The Late Age of Print: Everyday Book Culture from Consumerism to Control
- Author: Ted Striphas
- Language: English
- Subject: Publishing
- Publisher: Columbia University Press
- Publication date: 2009
- Publication place: United States
- Media type: Hardcover, E-book
- Pages: 272
- ISBN: 978-0-231-14814-6

= The Late Age of Print =

The Late Age of Print: Everyday Book Culture from Consumerism to Control (2009) is a contemporary book written by Ted Striphas. Ted Striphas is an assistant professor in the Department of Communication and Culture and adjunct professor of American Studies and Cultural Studies at Indiana University.

In this book, Striphas talks about the history of books and reading, and discusses the contemporary world of book culture. He mentions the different phases in the production and propagation of books. According to Striphas, printing productions are still a part of our everyday lives. "With examples from trade journals, news media, films, advertisements, and a host of other commercial and scholarly materials, Striphas tells a story of modern publishing that proves, even in a rapidly digitizing world, books are anything but dead."

== Description ==
Striphas presents some trends and events that are taking place in the contemporary book and printing industry. "From the rise of retail superstores to Oprah's phenomenal reach, Striphas tracks the methods through which the book industry has adapted (or has failed to adapt) to rapid changes in twentieth-century print culture." However, he also states that because of the advancement of digital technology and e-books, the printing and bookbinding industries, according to him, are in danger. According to Columbia University Press, The Late Age of Print is somewhat an antidote for the statements that say the end of the book is near. Ted Striphas goes deep into the book culture and shows the definition and the meaning of books beyond reading, printing and archiving.

== Awards ==
Winner of Outstanding Book Award from National Communication Association's Critical Cultural Studies Division.

== Review ==
Striphas' impassioned appeal to have us rethink how we see originals and copies in an age of transnational cultural appropriation and transfiguration is a welcome finale to the book"

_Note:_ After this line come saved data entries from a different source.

package main

import (
	"cmp"
	"encoding/json"
	"math"
	"slices"
	"strings"

	"lanternbook/calc"
	"lanternbook/calc/quantity"
	"lanternbook/store"
	"lanternbook/web"
)

// What a new build starts from.
const (
	startVolts   = 12.0 // [V]
	startLow     = 11.4 // [V] 5 % less
	startHigh    = 12.6 // [V] 5 % more
	startLEDs    = 3    //
	startCurrent = 0.02 // [A] or what the LED is rated for, if that is less
	startBias    = 10e3 // [Ω]
	startWatts   = 0.25 // [W] of both resistors
	usualVBE     = 0.65 // [V] where the transistor does not say. Common practice, no source
	startNeed    = 1.3  // [V] that the driver needs below the LEDs: two junctions
	startRating  = 0.8  // [1] of the LED's greatest current that is not exceeded
	startAmps    = 1.0  // [A] that the supply can give
	leastRating  = 2.0  // [1] times supply and current that the transistor must stand
	startLowest  = 5.0  // [°C]
	startUsual   = 25.0 // [°C]
	startHighest = 40.0 // [°C]
)

// The parts that stand in where the drawer has none that fit.
const (
	spareLEDKey = "generic-white-led"
	spareLED    = `{"type": "led", "name": "White LED, generic",
		"notes": "Typical values of a small white LED, common practice, no source. Replace it by the one you have.",
		"cct": 4000, "test_current": 0.02, "forward_voltage": {"min": 2.8, "typ": 3.1, "max": 3.4},
		"voltage_tempco": -0.003, "max_current": 0.025}`
	spareNPNKey = "generic-npn"
	spareNPN    = `{"type": "npn", "name": "Small NPN transistor, generic",
		"notes": "Typical values of a small silicon transistor, common practice, no source. Replace it by the one you have.",
		"max_collector_emitter_voltage": 40, "max_collector_current": 0.1, "max_power": 0.5, "max_junction": 150,
		"rth_junction_ambient": 250, "hfe": {"min": 100, "typ": 200, "max": 450}, "hfe_at": 0.002,
		"vbe_on": {"volts": {"min": 0.58, "typ": 0.65, "max": 0.72}, "at": 0.002}}`
)

// newBuild returns the document that a new build starts from: a supply of 12 V
// with 5 % either way, and one string of three LEDs with a two-transistor sink.
// Its parts are those of the drawer that fit best, or generic ones.
func newBuild(drawer []store.Part) []byte {
	led := pick(drawer, spareLEDKey, spareLED, ledMerit)
	npn := pick(drawer, spareNPNKey, spareNPN, npnMerit)
	current := startCurrentOf(led.part.LED)
	sense := senseFor(npn.part.Transistor, current)
	document, err := json.MarshalIndent(newDocument{
		Format: calc.BuildFormat, Title: "New build",
		Ambient: limits{startLowest, startUsual, startHighest},
		Supply:  newSupply{Label: "12 V supply", Voltage: limits{startLow, startVolts, startHigh}, MaxCurrent: startAmps},
		Strings: []newString{{
			Label: "A", Quantity: 1, LEDs: []cardStack{{Part: led.key, Quantity: startLEDs}},
			Driver: calc.TwoTransistor{
				Kind: calc.KindTwoTransistor, Pass: npn.key, Sensor: npn.key,
				Bias: startResistor(startBias, 0.05), Sense: startResistor(sense, 0.01),
			},
		}},
		Parts: map[string]json.RawMessage{led.key: led.document, npn.key: npn.document},
	}, "", "  ")
	if err != nil {
		panic(err) // numbers and JSON that was read before: a slip of ours
	}
	return document
}

// newDocument is a build's document as newBuild writes it: in the order in
// which a person reads it, with the parts exactly as they lie in the drawer.
type newDocument struct {
	Format  string                     `json:"format"`
	Title   string                     `json:"title"`
	Ambient limits                     `json:"ambient"` // [°C]
	Supply  newSupply                  `json:"supply"`
	Strings []newString                `json:"strings"`
	Parts   map[string]json.RawMessage `json:"parts"`
}

type limits struct {
	Min float64 `json:"min"` // in the unit of the field
	Typ float64 `json:"typ"` // in the unit of the field
	Max float64 `json:"max"` // in the unit of the field
}

type newSupply struct {
	Label      string  `json:"label"`
	Voltage    limits  `json:"voltage"`     // [V]
	MaxCurrent float64 `json:"max_current"` // [A]
}

type newString struct {
	Label    string             `json:"label"`
	Quantity int                `json:"quantity"`
	LEDs     []cardStack        `json:"leds"`
	Driver   calc.TwoTransistor `json:"driver"`
}

// startResistor is a quarter-watt resistor of so many ohms.
func startResistor(ohms, tolerance float64) calc.Resistor {
	watts := startWatts
	return calc.Resistor{Ohms: ohms, Tolerance: tolerance, Watts: &watts}
}

// candidate is a part that a new build may start with.
type candidate struct {
	key      string
	document json.RawMessage
	part     calc.Part
	merit    int
}

// pick returns the part of the drawer with the most merit, the first by key of
// several; without any, the spare.
func pick(drawer []store.Part, spareKey, spare string, merit func(calc.Part) int) candidate {
	var best []candidate
	for _, p := range drawer {
		part, err := calc.ReadPart(p.Document)
		if err != nil {
			continue // one that no build could use either
		}
		if m := merit(part); m > 0 {
			best = append(best, candidate{p.Key, p.Document, part, m})
		}
	}
	if len(best) > 0 {
		return slices.MinFunc(best, func(a, b candidate) int {
			return cmp.Or(b.merit-a.merit, strings.Compare(a.key, b.key))
		})
	}
	part, err := calc.ReadPart([]byte(spare))
	if err != nil {
		panic(err) // a text of ours
	}
	return candidate{spareKey, json.RawMessage(spare), part, 0}
}

// ledMerit is 0 for a part of which three do not fit, more the more it says:
// white ones first, since most jobs are.
func ledMerit(p calc.Part) int {
	led := p.LED
	if led == nil || startLEDs*led.ForwardVoltage.Max+startNeed > startLow {
		return 0
	}
	return 1 + 8*count(strings.Contains(web.Emitted(*led).Word, "white")) +
		count(led.MaxCurrent != nil, led.MaxJunction != nil, led.RthJunctionAmbient != nil,
			led.Model != nil || len(led.Points) > 1, led.LuminousFlux != nil || led.LuminousIntensity != nil)
}

// npnMerit is 0 for a part that is no NPN or could not stand the job.
func npnMerit(p calc.Part) int {
	q := p.Transistor
	if q == nil || p.Type != calc.TypeNPN {
		return 0
	}
	if v := q.MaxCollectorEmitterVoltage; v != nil && *v < leastRating*startHigh {
		return 0
	}
	if i := q.MaxCollectorCurrent; i != nil && *i < leastRating*startCurrent {
		return 0
	}
	// Power types have little gain and heavy cases: small ones come first.
	return 1 + 8*count(q.MaxPower != nil && *q.MaxPower < 1) +
		count(q.MaxCollectorEmitterVoltage != nil, q.MaxCollectorCurrent != nil, q.MaxJunction != nil,
			q.RthJunctionAmbient != nil, q.HFE != nil, q.VBEOn != nil, q.Model != nil)
}

func count(facts ...bool) int {
	n := 0
	for _, fact := range facts {
		if fact {
			n++
		}
	}
	return n
}

// startCurrentOf is the current in amperes to start an LED with.
func startCurrentOf(led *calc.LED) float64 {
	current := math.Min(startCurrent, led.TestCurrent)
	if led.MaxCurrent != nil {
		current = math.Min(current, startRating**led.MaxCurrent)
	}
	return current
}

// senseFor is the sense resistor in ohms at which a two-transistor sink holds
// no more than current: VBE over current, up to the next value of E24.
func senseFor(sensor *calc.Transistor, current float64) float64 {
	vbe := usualVBE
	if sensor.VBEOn != nil {
		vbe = sensor.VBEOn.Volts.Typ
	}
	_, above := quantity.Nearest("E24", vbe/current)
	return above
}
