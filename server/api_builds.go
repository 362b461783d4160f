package main

import (
	"errors"
	"fmt"
	"net/http"
	"time"

	"lanternbook/store"
)

// listedBuild is one build of GET /api/builds.
type listedBuild struct {
	ID       int64    `json:"id"`
	Title    string   `json:"title"`
	Client   string   `json:"client"`
	Site     string   `json:"site"`
	Tags     []string `json:"tags"`
	Verdict  string   `json:"verdict"`
	Revision int64    `json:"revision"`
	Updated  string   `json:"updated"` // RFC 3339, UTC
}

func listed(b store.Build) listedBuild {
	tags := b.Summary.Tags
	if tags == nil {
		tags = []string{}
	}
	return listedBuild{
		ID:       b.ID,
		Title:    b.Summary.Title,
		Client:   b.Summary.Client,
		Site:     b.Summary.Site,
		Tags:     tags,
		Verdict:  b.Summary.Verdict,
		Revision: b.Revision,
		Updated:  b.Updated.UTC().Format(time.RFC3339Nano),
	}
}

// listBuilds: GET /api/builds, newest first; ?q= keeps those that have all of
// its words.
func (s *server) listBuilds(w http.ResponseWriter, r *http.Request) error {
	found, err := s.store.Builds(r.Context(), r.URL.Query().Get("q"))
	if err != nil {
		return err
	}
	list := make([]listedBuild, len(found))
	for i, b := range found {
		list[i] = listed(b)
	}
	return sendJSON(w, http.StatusOK, map[string][]listedBuild{"builds": list})
}

// importBuild: POST /api/builds. The document is kept exactly as it came.
func (s *server) importBuild(w http.ResponseWriter, r *http.Request) error {
	document, err := readBody(r, jsonType)
	if err != nil {
		return err
	}
	kept, _, _, err := s.create(r.Context(), document)
	if err != nil {
		return err
	}
	w.Header().Set("Location", fmt.Sprintf("/api/builds/%d", kept.ID))
	w.Header().Set("ETag", entityTag(kept.Revision))
	return sendJSON(w, http.StatusCreated, listed(kept))
}

// sendBuild: GET /api/builds/{id}, the document byte for byte.
func (s *server) sendBuild(w http.ResponseWriter, r *http.Request) error {
	b, err := s.buildOf(r)
	if err != nil {
		return err
	}
	w.Header().Set("ETag", entityTag(b.Revision))
	w.Header().Set("Last-Modified", b.Updated.UTC().Format(http.TimeFormat))
	if known, err := tagsOf(r, "If-None-Match"); err == nil && known.weaklyHave(b.Revision) {
		w.WriteHeader(http.StatusNotModified)
		return nil
	}
	send(w, http.StatusOK, jsonType, b.Document)
	return nil
}

// sendReport: GET /api/builds/{id}/report.
func (s *server) sendReport(w http.ResponseWriter, r *http.Request) error {
	b, err := s.buildOf(r)
	if err != nil {
		return err
	}
	return sendReportOn(w, b.Document)
}

// patchBuild: PATCH /api/builds/{id}. The answer is the document as it is now.
func (s *server) patchBuild(w http.ResponseWriter, r *http.Request) error {
	before, err := s.buildOf(r)
	if err != nil {
		return err
	}
	patch, err := readBody(r, patchType)
	if err != nil {
		w.Header().Set("Accept-Patch", patchType) // RFC 5789 section 2.2
		return err
	}
	if r.Header.Get("If-Match") == "" {
		return refuse(http.StatusPreconditionRequired, "Which revision do you mean?",
			"Send the ETag that you got with the build as If-Match, so that nobody's edit is overwritten.")
	}
	expected, err := tagsOf(r, "If-Match")
	if err != nil {
		return err
	}
	if !expected.have(before.Revision) {
		return changedMeanwhile(before.Revision)
	}
	after, _, _, err := s.change(r.Context(), before.ID, before.Revision, patch)
	if stale, is := errors.AsType[*store.Stale](err); is {
		return changedMeanwhile(stale.Have)
	}
	if err != nil {
		return err
	}
	w.Header().Set("ETag", entityTag(after.Revision))
	w.Header().Set("Content-Location", r.URL.Path)
	send(w, http.StatusOK, jsonType, after.Document)
	return nil
}

// buildOf loads the build that the route names.
func (s *server) buildOf(r *http.Request) (store.Build, error) {
	id, err := pathID(r, "id")
	if err != nil {
		return store.Build{}, err
	}
	return s.store.Build(r.Context(), id)
}

// changedMeanwhile is the answer to an edit of a revision that is not the
// latest any more.
func changedMeanwhile(have int64) error {
	return refuse(http.StatusPreconditionFailed, "The build was changed meanwhile",
		"It is at revision %d now. Fetch it again, then make your change on what is there.", have)
}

"This collection of historical and commercial analysis should fascinate those seriously involved with book culture and/or the industry." — Publishers Weekly

"This book is a gold mine of information and thought about book culture in the 20th and 21st centuries." — Gwen M. Gregory, Information Today

"It is rare to say of a university press hardcover that it is a "must-read," but for those interested in the confluence of culture and economics as it relates to books, that is what The Late Age of Print is." — Richard Nash, Critical Flame

"I should warn you that the book’s a bit academic. Striphas teaches American Studies and Cultural Studies at Indiana University and he quotes Heidegger and Marx within the first few pages. He also has an annoying habit of telling you what he’s going to write about rather than just writing it (as well as summarizing everything at the end). These are academic protocols, I realize, but you have to expect your readers to be smart enough to get it the first round."